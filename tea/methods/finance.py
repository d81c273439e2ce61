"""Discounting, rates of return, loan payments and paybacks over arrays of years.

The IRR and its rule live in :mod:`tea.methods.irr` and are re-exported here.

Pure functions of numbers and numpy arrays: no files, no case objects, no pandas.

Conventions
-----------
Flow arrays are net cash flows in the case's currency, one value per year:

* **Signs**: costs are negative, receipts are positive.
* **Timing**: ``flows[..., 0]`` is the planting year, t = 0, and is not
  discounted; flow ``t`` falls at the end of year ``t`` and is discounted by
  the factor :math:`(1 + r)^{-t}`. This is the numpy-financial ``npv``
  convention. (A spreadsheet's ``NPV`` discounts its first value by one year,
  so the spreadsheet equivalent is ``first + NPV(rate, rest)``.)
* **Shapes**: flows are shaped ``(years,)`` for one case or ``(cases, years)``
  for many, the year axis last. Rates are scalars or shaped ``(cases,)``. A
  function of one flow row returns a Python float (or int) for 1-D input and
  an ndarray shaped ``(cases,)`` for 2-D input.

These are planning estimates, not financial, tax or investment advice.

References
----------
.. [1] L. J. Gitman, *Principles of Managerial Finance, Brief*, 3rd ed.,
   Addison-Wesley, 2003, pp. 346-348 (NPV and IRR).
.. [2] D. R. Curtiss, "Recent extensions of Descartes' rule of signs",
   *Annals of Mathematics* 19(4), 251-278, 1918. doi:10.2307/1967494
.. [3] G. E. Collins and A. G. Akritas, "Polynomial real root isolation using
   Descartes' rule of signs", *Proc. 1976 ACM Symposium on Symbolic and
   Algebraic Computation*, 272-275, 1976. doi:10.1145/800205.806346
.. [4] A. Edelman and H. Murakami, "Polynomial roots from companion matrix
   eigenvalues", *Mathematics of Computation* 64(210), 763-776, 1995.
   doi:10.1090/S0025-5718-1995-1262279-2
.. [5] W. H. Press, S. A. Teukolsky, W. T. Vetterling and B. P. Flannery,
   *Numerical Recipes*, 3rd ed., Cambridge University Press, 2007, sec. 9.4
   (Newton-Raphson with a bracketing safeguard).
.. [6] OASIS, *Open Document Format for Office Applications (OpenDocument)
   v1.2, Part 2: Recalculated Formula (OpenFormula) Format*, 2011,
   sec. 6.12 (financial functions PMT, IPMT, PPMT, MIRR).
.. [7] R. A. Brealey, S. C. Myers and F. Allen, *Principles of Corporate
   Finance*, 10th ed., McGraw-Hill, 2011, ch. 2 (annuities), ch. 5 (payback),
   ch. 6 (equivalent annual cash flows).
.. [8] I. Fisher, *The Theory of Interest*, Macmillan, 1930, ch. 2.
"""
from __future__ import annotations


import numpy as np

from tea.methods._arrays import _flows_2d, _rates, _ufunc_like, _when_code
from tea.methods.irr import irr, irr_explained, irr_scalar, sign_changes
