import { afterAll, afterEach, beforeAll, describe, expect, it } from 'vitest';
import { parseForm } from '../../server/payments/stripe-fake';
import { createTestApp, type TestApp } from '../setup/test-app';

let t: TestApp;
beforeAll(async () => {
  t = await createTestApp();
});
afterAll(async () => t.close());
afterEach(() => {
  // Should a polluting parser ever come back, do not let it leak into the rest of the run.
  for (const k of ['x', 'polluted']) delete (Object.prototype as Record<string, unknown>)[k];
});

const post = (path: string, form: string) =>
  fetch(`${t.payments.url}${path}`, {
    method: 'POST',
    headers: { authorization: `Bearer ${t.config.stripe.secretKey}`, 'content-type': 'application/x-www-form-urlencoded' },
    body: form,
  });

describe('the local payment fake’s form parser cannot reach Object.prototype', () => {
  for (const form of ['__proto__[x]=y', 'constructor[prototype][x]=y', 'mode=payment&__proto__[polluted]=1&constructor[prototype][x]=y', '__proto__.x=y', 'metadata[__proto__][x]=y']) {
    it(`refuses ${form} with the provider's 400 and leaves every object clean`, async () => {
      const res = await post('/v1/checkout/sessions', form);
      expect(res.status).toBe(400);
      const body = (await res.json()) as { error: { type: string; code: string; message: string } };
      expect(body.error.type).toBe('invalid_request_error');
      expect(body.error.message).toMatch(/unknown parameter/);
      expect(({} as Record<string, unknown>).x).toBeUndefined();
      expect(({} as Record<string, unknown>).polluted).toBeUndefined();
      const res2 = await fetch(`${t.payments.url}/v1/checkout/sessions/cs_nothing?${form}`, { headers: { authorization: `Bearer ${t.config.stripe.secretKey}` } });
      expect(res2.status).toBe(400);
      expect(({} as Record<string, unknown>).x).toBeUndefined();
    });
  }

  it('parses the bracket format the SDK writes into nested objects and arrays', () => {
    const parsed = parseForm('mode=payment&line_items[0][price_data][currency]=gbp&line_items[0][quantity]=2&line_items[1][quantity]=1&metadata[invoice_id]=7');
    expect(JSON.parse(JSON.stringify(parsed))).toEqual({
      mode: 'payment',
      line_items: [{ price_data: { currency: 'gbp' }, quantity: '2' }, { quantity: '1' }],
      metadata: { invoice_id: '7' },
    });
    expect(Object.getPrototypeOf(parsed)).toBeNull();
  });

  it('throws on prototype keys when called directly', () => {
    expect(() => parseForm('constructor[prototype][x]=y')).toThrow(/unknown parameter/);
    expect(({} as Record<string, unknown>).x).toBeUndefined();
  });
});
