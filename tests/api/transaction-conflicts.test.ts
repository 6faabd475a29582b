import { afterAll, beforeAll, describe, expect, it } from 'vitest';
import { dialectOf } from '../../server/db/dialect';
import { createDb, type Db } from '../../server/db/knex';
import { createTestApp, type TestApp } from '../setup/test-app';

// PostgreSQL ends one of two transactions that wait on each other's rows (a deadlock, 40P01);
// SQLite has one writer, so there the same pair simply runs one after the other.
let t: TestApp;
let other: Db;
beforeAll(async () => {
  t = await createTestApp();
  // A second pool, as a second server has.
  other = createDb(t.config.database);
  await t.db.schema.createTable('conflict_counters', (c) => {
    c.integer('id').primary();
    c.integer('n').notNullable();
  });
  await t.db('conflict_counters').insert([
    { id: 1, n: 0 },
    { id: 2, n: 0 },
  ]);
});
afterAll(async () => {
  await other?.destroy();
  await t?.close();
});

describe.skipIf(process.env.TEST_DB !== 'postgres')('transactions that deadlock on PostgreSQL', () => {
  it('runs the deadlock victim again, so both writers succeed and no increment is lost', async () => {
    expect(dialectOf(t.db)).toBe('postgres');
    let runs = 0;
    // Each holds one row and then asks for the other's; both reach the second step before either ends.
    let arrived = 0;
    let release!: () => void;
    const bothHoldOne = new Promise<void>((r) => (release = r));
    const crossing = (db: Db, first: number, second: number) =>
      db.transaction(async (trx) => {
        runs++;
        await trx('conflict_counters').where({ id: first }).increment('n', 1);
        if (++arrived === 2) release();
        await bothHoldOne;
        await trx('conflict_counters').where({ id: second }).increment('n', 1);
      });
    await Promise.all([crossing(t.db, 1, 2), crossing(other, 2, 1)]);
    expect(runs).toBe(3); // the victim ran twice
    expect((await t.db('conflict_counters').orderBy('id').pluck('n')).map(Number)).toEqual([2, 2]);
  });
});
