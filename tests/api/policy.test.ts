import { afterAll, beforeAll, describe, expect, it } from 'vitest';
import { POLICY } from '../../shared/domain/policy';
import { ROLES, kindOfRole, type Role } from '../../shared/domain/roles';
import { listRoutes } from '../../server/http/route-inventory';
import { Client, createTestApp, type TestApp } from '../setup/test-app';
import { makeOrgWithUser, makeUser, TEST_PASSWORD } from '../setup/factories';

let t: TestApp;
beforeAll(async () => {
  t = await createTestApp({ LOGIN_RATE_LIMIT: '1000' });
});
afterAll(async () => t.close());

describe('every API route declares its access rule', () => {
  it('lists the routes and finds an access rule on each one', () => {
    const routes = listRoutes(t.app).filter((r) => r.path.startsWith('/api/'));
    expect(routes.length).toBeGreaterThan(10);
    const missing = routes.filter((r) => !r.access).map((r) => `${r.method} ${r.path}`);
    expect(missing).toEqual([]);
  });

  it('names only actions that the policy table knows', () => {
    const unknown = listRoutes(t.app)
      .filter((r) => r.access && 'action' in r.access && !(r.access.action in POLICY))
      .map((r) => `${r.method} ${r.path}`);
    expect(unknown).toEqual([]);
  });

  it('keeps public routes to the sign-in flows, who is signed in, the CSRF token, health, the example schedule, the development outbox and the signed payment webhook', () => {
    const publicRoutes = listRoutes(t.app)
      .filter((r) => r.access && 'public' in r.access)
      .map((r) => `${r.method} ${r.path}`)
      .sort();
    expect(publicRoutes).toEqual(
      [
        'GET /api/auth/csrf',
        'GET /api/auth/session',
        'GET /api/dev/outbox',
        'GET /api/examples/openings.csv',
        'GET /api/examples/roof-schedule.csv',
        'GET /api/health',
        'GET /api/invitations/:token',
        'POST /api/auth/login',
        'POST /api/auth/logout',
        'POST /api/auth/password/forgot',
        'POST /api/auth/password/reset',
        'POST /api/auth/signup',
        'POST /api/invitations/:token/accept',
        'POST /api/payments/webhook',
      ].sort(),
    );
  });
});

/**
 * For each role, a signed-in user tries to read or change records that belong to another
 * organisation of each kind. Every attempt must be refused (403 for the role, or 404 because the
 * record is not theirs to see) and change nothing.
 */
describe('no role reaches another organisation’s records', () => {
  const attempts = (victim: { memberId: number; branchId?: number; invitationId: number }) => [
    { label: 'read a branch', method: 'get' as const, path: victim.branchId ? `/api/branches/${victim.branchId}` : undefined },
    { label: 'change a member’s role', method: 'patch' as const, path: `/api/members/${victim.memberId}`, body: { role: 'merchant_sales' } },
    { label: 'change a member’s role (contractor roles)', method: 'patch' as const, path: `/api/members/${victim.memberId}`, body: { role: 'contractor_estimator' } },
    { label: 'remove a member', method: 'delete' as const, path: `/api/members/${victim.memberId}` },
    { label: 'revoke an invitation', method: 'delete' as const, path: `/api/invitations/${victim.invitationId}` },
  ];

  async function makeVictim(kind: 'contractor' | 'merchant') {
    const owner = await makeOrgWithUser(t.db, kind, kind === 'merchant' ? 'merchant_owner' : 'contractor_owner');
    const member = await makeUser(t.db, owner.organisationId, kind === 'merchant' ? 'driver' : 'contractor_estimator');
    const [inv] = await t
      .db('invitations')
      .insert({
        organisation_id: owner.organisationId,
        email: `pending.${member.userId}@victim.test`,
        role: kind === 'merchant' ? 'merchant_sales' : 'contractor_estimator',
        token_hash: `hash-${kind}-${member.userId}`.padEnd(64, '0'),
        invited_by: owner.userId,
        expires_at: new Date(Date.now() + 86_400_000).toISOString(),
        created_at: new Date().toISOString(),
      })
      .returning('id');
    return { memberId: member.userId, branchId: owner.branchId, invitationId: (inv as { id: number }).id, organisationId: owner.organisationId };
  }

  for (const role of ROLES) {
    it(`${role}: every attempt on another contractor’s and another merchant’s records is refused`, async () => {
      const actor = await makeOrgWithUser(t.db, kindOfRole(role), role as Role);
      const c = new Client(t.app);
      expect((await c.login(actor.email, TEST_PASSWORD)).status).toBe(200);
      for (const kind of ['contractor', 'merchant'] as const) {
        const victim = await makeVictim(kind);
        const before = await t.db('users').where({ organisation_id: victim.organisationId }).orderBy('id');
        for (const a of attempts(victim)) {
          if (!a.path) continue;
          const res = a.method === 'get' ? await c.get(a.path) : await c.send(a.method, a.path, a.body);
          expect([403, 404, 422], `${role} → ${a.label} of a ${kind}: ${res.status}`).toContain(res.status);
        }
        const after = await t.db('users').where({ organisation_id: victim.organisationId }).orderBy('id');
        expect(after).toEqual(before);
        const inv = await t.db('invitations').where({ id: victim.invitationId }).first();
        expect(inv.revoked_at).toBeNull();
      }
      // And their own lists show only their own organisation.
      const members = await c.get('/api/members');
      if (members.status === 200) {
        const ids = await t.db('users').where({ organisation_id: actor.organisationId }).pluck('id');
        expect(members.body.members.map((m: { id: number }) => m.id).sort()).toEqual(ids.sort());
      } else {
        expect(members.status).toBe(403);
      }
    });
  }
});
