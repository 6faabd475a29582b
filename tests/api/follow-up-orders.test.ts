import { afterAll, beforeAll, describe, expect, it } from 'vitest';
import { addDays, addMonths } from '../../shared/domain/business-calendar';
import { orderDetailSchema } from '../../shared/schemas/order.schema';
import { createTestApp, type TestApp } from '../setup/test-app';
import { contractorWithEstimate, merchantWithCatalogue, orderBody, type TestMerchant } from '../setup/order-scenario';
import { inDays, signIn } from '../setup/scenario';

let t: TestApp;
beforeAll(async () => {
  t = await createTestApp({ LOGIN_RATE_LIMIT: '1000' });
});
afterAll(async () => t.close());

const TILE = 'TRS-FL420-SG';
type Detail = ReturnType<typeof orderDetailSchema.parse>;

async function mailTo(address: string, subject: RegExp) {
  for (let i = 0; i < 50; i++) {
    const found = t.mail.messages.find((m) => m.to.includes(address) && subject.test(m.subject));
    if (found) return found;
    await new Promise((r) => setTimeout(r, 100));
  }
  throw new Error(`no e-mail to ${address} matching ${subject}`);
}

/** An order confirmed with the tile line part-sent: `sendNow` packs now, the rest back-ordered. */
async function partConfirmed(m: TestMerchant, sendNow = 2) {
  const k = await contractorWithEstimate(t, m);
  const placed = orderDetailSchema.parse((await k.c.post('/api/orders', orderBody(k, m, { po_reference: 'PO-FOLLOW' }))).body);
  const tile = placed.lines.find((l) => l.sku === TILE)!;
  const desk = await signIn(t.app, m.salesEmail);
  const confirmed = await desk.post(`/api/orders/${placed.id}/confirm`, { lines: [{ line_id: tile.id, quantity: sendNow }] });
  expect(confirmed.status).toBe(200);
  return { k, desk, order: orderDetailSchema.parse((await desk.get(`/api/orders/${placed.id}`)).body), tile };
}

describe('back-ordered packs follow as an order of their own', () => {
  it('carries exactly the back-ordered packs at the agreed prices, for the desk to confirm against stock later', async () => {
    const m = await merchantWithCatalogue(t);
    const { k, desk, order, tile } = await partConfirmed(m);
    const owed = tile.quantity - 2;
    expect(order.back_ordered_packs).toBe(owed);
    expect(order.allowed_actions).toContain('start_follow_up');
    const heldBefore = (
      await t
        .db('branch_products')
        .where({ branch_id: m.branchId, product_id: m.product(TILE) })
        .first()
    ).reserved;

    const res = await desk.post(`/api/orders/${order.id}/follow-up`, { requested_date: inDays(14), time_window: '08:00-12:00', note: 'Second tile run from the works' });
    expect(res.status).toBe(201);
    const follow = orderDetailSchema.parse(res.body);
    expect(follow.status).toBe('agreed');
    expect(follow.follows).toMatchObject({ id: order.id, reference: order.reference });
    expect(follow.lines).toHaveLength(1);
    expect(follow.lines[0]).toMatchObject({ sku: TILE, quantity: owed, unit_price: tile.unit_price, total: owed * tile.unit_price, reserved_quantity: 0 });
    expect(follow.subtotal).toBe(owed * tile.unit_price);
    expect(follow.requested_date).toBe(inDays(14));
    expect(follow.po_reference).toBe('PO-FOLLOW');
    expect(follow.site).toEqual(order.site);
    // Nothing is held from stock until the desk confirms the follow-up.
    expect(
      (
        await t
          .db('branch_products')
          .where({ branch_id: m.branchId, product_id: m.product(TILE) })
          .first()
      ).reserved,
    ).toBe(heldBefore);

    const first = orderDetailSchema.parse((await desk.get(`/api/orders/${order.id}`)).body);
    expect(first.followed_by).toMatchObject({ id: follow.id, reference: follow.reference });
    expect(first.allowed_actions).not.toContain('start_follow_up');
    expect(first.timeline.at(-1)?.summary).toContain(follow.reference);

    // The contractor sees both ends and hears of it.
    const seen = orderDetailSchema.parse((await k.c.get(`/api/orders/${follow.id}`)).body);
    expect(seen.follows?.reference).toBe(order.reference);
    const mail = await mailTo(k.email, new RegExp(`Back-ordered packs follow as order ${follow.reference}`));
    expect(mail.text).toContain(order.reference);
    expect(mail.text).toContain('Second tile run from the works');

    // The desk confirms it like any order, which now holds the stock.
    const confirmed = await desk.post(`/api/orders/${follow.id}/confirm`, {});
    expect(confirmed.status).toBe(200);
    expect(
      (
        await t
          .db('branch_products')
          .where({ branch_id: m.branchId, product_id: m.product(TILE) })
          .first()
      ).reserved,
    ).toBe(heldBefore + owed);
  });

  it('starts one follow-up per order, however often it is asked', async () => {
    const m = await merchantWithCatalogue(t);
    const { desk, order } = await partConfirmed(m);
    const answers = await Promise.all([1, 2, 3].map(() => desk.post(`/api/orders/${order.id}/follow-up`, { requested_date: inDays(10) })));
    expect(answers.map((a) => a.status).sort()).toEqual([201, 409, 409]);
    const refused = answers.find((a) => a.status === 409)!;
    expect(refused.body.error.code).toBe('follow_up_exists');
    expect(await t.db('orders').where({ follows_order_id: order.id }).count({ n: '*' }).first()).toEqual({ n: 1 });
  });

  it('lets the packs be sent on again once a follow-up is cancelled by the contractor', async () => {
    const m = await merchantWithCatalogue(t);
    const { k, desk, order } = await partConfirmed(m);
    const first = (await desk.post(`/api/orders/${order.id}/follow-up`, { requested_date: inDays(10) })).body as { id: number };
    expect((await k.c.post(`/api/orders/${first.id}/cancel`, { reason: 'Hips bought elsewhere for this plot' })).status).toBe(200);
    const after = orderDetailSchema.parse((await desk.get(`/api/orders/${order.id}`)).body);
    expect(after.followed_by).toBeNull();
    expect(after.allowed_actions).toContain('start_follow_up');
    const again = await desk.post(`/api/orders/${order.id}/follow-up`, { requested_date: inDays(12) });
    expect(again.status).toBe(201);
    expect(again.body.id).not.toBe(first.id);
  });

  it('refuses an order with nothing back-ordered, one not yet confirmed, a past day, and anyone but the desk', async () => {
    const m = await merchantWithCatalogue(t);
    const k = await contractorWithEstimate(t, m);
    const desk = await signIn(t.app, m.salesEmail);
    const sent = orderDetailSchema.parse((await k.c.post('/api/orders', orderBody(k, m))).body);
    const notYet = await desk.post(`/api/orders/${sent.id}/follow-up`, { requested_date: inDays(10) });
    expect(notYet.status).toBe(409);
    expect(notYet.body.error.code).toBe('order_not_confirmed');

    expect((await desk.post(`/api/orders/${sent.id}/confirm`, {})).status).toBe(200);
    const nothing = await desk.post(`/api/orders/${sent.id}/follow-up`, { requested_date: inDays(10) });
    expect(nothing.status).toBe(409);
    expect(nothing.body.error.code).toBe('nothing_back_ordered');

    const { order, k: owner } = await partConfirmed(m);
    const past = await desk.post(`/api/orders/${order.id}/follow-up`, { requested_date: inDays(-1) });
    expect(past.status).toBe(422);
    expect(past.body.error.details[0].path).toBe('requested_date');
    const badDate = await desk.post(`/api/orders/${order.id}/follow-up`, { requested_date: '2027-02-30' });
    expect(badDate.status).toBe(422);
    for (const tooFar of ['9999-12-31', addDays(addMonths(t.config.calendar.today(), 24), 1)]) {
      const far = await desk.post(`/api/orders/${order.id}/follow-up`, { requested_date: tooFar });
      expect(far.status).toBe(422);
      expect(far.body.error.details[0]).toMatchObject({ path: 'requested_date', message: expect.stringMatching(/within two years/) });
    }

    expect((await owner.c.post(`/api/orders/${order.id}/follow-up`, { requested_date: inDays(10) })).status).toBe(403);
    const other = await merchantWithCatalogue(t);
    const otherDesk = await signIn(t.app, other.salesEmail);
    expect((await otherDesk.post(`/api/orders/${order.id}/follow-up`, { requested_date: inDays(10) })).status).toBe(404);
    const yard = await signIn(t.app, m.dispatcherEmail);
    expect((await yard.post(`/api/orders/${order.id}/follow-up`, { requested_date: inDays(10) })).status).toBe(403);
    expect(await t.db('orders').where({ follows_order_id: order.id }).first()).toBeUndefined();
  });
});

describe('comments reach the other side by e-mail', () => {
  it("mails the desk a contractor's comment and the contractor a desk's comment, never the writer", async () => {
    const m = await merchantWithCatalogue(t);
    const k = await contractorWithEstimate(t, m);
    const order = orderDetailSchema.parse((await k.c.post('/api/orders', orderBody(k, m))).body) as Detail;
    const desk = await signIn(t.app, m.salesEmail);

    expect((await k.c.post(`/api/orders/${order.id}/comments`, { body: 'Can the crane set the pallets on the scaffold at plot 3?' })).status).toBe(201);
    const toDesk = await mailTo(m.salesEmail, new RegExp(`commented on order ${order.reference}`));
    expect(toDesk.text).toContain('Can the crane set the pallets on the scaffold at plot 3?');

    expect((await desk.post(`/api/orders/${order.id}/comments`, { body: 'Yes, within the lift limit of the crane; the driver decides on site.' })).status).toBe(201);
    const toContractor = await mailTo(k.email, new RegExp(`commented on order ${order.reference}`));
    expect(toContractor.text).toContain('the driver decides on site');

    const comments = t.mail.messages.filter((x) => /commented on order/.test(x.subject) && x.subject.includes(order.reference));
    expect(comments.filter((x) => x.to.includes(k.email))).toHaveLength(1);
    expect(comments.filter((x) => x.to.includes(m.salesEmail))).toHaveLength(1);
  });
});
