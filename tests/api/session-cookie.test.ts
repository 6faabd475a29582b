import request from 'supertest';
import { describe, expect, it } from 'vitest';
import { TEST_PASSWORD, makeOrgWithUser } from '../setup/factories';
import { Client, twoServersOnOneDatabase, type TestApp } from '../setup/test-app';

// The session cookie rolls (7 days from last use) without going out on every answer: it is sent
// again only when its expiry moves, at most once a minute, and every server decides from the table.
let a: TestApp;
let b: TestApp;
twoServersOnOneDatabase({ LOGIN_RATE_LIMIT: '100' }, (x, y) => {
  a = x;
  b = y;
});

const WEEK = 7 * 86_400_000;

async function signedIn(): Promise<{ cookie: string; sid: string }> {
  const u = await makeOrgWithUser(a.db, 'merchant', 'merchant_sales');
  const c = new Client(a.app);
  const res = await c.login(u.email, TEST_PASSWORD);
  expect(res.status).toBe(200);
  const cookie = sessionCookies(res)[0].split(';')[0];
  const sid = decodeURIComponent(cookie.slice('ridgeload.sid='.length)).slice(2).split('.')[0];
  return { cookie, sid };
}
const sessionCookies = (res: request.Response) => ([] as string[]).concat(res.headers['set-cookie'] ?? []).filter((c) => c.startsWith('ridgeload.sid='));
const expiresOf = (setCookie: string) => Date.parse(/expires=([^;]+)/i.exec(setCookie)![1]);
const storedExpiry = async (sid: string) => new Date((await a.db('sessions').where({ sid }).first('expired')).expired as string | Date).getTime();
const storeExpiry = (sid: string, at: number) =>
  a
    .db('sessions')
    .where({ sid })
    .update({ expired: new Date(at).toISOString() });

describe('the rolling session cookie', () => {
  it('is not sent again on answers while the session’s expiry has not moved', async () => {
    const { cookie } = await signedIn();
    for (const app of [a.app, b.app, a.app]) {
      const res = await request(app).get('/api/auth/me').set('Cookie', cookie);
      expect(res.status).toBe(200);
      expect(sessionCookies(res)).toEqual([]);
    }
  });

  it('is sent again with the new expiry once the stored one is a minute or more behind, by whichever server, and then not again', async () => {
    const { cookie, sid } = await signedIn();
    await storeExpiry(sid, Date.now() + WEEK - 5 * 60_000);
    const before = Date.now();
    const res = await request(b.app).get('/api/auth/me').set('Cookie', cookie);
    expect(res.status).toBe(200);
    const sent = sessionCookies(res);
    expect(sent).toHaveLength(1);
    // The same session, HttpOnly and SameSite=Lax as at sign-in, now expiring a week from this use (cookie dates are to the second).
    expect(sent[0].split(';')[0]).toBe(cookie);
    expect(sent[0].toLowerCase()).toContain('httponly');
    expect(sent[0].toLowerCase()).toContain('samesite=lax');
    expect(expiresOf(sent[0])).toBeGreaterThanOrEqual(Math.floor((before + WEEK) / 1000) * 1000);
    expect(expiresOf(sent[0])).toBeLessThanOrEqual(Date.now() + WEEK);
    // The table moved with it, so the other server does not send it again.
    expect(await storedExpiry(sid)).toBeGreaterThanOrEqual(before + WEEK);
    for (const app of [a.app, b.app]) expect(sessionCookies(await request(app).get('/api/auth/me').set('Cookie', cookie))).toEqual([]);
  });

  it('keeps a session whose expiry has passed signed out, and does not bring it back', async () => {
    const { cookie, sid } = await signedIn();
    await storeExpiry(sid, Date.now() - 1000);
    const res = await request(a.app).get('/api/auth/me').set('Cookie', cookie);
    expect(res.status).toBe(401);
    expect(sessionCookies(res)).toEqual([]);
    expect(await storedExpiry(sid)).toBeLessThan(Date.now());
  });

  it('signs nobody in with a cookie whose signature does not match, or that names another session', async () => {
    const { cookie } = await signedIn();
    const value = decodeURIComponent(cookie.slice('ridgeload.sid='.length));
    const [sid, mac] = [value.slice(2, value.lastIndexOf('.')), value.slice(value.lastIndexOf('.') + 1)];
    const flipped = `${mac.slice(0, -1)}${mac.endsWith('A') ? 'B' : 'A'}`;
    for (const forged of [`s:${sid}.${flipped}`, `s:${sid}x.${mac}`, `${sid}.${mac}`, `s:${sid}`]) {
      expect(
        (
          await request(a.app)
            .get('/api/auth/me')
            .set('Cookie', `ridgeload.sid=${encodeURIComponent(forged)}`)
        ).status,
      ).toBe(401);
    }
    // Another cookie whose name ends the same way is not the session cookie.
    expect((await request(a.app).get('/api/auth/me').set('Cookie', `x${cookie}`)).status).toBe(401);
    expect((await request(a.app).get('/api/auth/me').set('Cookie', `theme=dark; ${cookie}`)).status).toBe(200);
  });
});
========================================================================
▶ [Prompt] Return the total number of lines in the records that contain "PostgreSQL", without any explanation.

▶ [Exercise answer] 2